Best Practices for Endpoint Management

Internal Scanning Management

Veracode recommends that you comply with the following best practices for managing your endpoints to make the most effective use of Internal Scanning Management.

Install one endpoint in each network in which you want to scan applications.
Veracode recommends that you install one endpoint in each network in which you scan your internal applications. For example, if you have applications deployed in multiple data centers, you install a separate endpoint for each datacenter.

Each endpoint can support up to 20 simultaneous scans.

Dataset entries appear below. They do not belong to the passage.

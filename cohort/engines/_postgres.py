"""PostgreSQL: load a CDM extract into a schema, and run the recipes there (psycopg 3).

:func:`load_extract_postgres` opens an extract with :func:`cohort.source.open_extract` (so the
schema check and the typed views are the ones DuckDB uses) and copies every CDM table into a
schema of a PostgreSQL database, with its full v5.4 column list. :class:`PostgresSession` then
runs the recipes there (:func:`cohort.engines.run_recipes`): every recipe becomes a temporary
table of the connection, analysed after it is made, and tables come back as polars.
"""

from __future__ import annotations

import re
import tempfile
import time
from decimal import Decimal
from pathlib import Path
from typing import Any

import polars as pl

from cohort._errors import CohortError, InputError

__all__ = ["PG_TYPES", "connect_postgres", "load_extract_postgres", "PostgresSession"]

#: PostgreSQL type of each CDM column kind (cohort._cdm kinds).
PG_TYPES: dict[str, str] = {
    "id": "bigint",
    "concept": "integer",
    "int": "integer",
    "float": "double precision",
    "date": "date",
    "datetime": "timestamp",
    "text": "text",
}

_IDENT = re.compile(r"^[a-z_][a-z0-9_]*$")
_POLARS_PG = {
    pl.Int8: "smallint", pl.Int16: "smallint", pl.Int32: "integer", pl.Int64: "bigint",
    pl.Float32: "real", pl.Float64: "double precision", pl.String: "text", pl.Boolean: "boolean",
    pl.Date: "date",
}


def _psycopg() -> Any:
    try:
        import psycopg
    except ImportError:  # pragma: no cover - depends on the environment
        msg = ("the PostgreSQL engine needs psycopg 3: pip install 'psycopg[binary]' "
               "(or the project's test extra)")
        raise CohortError(msg) from None
    return psycopg


def _check_ident(name: str, what: str) -> str:
    if not _IDENT.match(name):
        msg = f"{what} must match [a-z_][a-z0-9_]*, got {name!r}"
        raise InputError(msg)
    return name


def connect_postgres(dsn: str) -> Any:
    """Open an autocommit psycopg connection, with a clear error when the server is not there.

    Examples
    --------
    >>> con = connect_postgres("postgresql://postgres@127.0.0.1:5432/postgres")  # doctest: +SKIP
    """
    psycopg = _psycopg()
    try:
        return psycopg.connect(dsn, autocommit=True)
    except psycopg.OperationalError as error:
        msg = (f"cannot connect to PostgreSQL at {dsn!r}: {str(error).strip()}. Start a server "
               "(.ci/postgres.sh starts a throwaway one on 127.0.0.1 and prints its DSN)")
        raise CohortError(msg) from None


def load_extract_postgres(
    source: str | Path,
    dsn: str,
    *,
    schema: str = "cdm",
    replace: bool = True,
) -> dict[str, int]:
    """Copy a CDM extract (Parquet or CSV folder, DuckDB file) into a PostgreSQL schema.

    Parameters
    ----------
    source
        The extract, as :func:`cohort.source.open_extract` reads it (its schema is checked).
    dsn
        A libpq connection string.
    schema
        The schema to create (``[a-z_][a-z0-9_]*``); it is dropped first when ``replace``.
    replace
        Drop an existing schema of that name first; otherwise an existing schema is an error.

    Returns
    -------
    dict
        table -> rows copied (every CDM table, empty optional ones included).

    Examples
    --------
    >>> load_extract_postgres("demo/extract", dsn, schema="cdm")   # doctest: +SKIP
    {'person': 2000, ...}
    """
    from cohort._cdm import CDM_TABLES
    from cohort.source import open_extract

    _check_ident(schema, "schema")
    counts: dict[str, int] = {}
    with open_extract(source) as extract, connect_postgres(dsn) as pg:
        exists = pg.execute("select 1 from information_schema.schemata where schema_name = %s",
                            [schema]).fetchall()
        if exists and not replace:
            msg = f"schema {schema} already exists in {dsn!r}; pass replace=True or another schema"
            raise InputError(msg)
        pg.execute(f"drop schema if exists {schema} cascade")
        pg.execute(f"create schema {schema}")
        with tempfile.TemporaryDirectory(prefix="dka-pg-load-") as folder:
            for table, columns in CDM_TABLES.items():
                names = [column.name for column in columns]
                ddl = ", ".join(f"{column.name} {PG_TYPES[column.kind]}" for column in columns)
                pg.execute(f"create table {schema}.{table} ({ddl})")
                path = Path(folder) / f"{table}.csv"
                # CSV with a null marker no value can have: quoted text is never null in PostgreSQL
                extract.con.execute(
                    f"copy (select {', '.join(names)} from {table}) to '{path}' "
                    "(format csv, header false, nullstr '\\N', force_quote *)"
                )
                with pg.cursor() as cursor:
                    with cursor.copy(f"copy {schema}.{table} ({', '.join(names)}) from stdin "
                                     "(format csv, null '\\N')") as copy:
                        with path.open("rb") as handle:
                            while chunk := handle.read(1 << 20):
                                copy.write(chunk)
                path.unlink()
                pg.execute(f"analyze {schema}.{table}")
                counts[table] = int(pg.execute(f"select count(*) from {schema}.{table}").fetchone()[0])
    return counts


def _polars_type_sql(dtype: Any) -> str:
    for key, name in _POLARS_PG.items():
        if dtype == key:
            return name
    if isinstance(dtype, pl.Datetime):
        return "timestamp"
    msg = f"no PostgreSQL type for polars {dtype}"
    raise CohortError(msg)


class PostgresSession:
    """Run recipes inside PostgreSQL against a CDM schema; tables come back as polars.

    Parameters
    ----------
    dsn
        A libpq connection string.
    schema
        The schema holding the CDM tables (see :func:`load_extract_postgres`).

    Every recipe is materialised as a temporary table of this connection (gone when it closes)
    and analysed, so the planner knows its size. ``seconds`` holds the wall time per table.

    Examples
    --------
    >>> with PostgresSession(dsn, schema="cdm") as session:        # doctest: +SKIP
    ...     run_recipes(session, "consensus-2024")
    ...     episodes = session.fetch("dka_episodes")
    """

    dialect = "postgres"

    def __init__(self, dsn: str, *, schema: str = "cdm") -> None:
        self.schema = _check_ident(schema, "schema")
        self.con = connect_postgres(dsn)
        found = self.con.execute("select count(*) from information_schema.tables where "
                                 "table_schema = %s", [schema]).fetchone()[0]
        if not found:
            self.con.close()
            msg = (f"schema {schema} holds no tables at {dsn!r}; load an extract first "
                   "(cohort.engines.load_extract_postgres)")
            raise InputError(msg)
        self.con.execute(f"set search_path to pg_temp, {schema}")
        self.con.execute("set timezone to 'UTC'")
        self.seconds: dict[str, float] = {}

    def __enter__(self) -> PostgresSession:
        return self

    def __exit__(self, *exc: object) -> None:
        self.close()

    def close(self) -> None:
        """Close the connection (its temporary tables go with it)."""
        self.con.close()

    def execute(self, sql: str, recipe: str = "<statement>") -> None:
        psycopg = _psycopg()
        try:
            self.con.execute(sql)
        except psycopg.Error as error:
            msg = f"PostgreSQL refused {recipe}: {str(error).strip()}"
            raise CohortError(msg) from None

    def register_codelists(self, lists: Any) -> None:
        """Create the ``dka_codelist_<name>`` temporary tables from validated code lists."""
        for name, frame in lists.frames.items():
            table = f"dka_codelist_{_check_ident(name, 'code list')}"
            ddl = ", ".join(f"{column} {_polars_type_sql(dtype)}" for column, dtype in frame.schema.items())
            self.execute(f"drop table if exists {table}")
            self.execute(f"create temp table {table} ({ddl})")
            with self.con.cursor() as cursor:
                with cursor.copy(f"copy {table} ({', '.join(frame.columns)}) from stdin") as copy:
                    for row in frame.iter_rows():
                        copy.write_row(row)

    def materialise(self, target: str, sql: str) -> None:
        """Create temporary table ``target`` from ``sql`` (replacing it) and analyse it."""
        _check_ident(target, "table")
        started = time.perf_counter()
        self.execute(f"drop table if exists {target}", target)
        self.execute(f"create temp table {target} as\n{sql}", target)
        self.execute(f"analyze {target}", target)
        self.seconds[target] = self.seconds.get(target, 0.0) + time.perf_counter() - started

    def append(self, target: str, sql: str) -> None:
        """Insert the rows of ``sql`` into ``target``."""
        _check_ident(target, "table")
        self.execute(f"insert into {target}\n{sql}", target)

    def count(self, table: str) -> int:
        """Rows of ``table``."""
        _check_ident(table, "table")
        return int(self.con.execute(f"select count(*) from {table}").fetchone()[0])

    def fetch(self, table: str) -> pl.DataFrame:
        """Table ``table`` as polars (numeric columns as Float64, timestamps naive)."""
        _check_ident(table, "table")
        with self.con.cursor() as cursor:
            cursor.execute(f"select * from {table}")
            names = [column.name for column in cursor.description]
            rows = cursor.fetchall()
        data = {name: [row[index] for row in rows] for index, name in enumerate(names)}
        for name, values in data.items():
            if any(isinstance(value, Decimal) for value in values):
                data[name] = [None if value is None else float(value) for value in values]
        types = self._column_types(table)
        schema = {name: types.get(name) for name in names}
        return pl.DataFrame(data, schema={name: dtype for name, dtype in schema.items()}, strict=False)

    def _column_types(self, table: str) -> dict[str, Any]:
        rows = self.con.execute(
            "select attname, format_type(atttypid, atttypmod) from pg_attribute "
            "where attrelid = %s::regclass and attnum > 0 and not attisdropped", [table]).fetchall()
        mapping = {
            "bigint": pl.Int64, "integer": pl.Int32, "smallint": pl.Int16, "double precision": pl.Float64,
            "real": pl.Float32, "numeric": pl.Float64, "text": pl.String, "boolean": pl.Boolean,
            "date": pl.Date, "timestamp without time zone": pl.Datetime("us"),
        }
        out: dict[str, Any] = {}
        for name, type_name in rows:
            base = type_name.split("(")[0]
            if base.startswith("character varying") or base.startswith("character"):
                out[name] = pl.String
            else:
                out[name] = mapping.get(base, None)
        return out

Install endpoints with the endpoint installer.
On Windows and Linux, the endpoint installer simplifies the installation process and creates a service that continuously runs the endpoint.
For manual installations, run endpoints as a service.
If you manually install an endpoint, configure your machine to run the endpoint as a service.
Install endpoints close to the target applications.
To minimize network latency, install your endpoints close to the applications you plan on using the endpoint to scan.
Do not install the same endpoint in multiple networks.
You encounter an error if you attempt to run a single endpoint in more than one network.
If an endpoint goes offline, restart it.
  • Windows machines: Open the Services application from the Windows start menu, find the Veracode_ISM service, and click Start the service or Restart the service.
  • Linux machines: From the command line, enter service Veracode_ISM status to get the status of the ISM service. If it is running, enter service Veracode_ISM stop to stop it. When it has stopped, enter service Veracode_ISM start to start it.
  • Manual installations: Restart the endpoint JAR file from the command line.
If the endpoint does not come back online, contact Veracode Technical Support.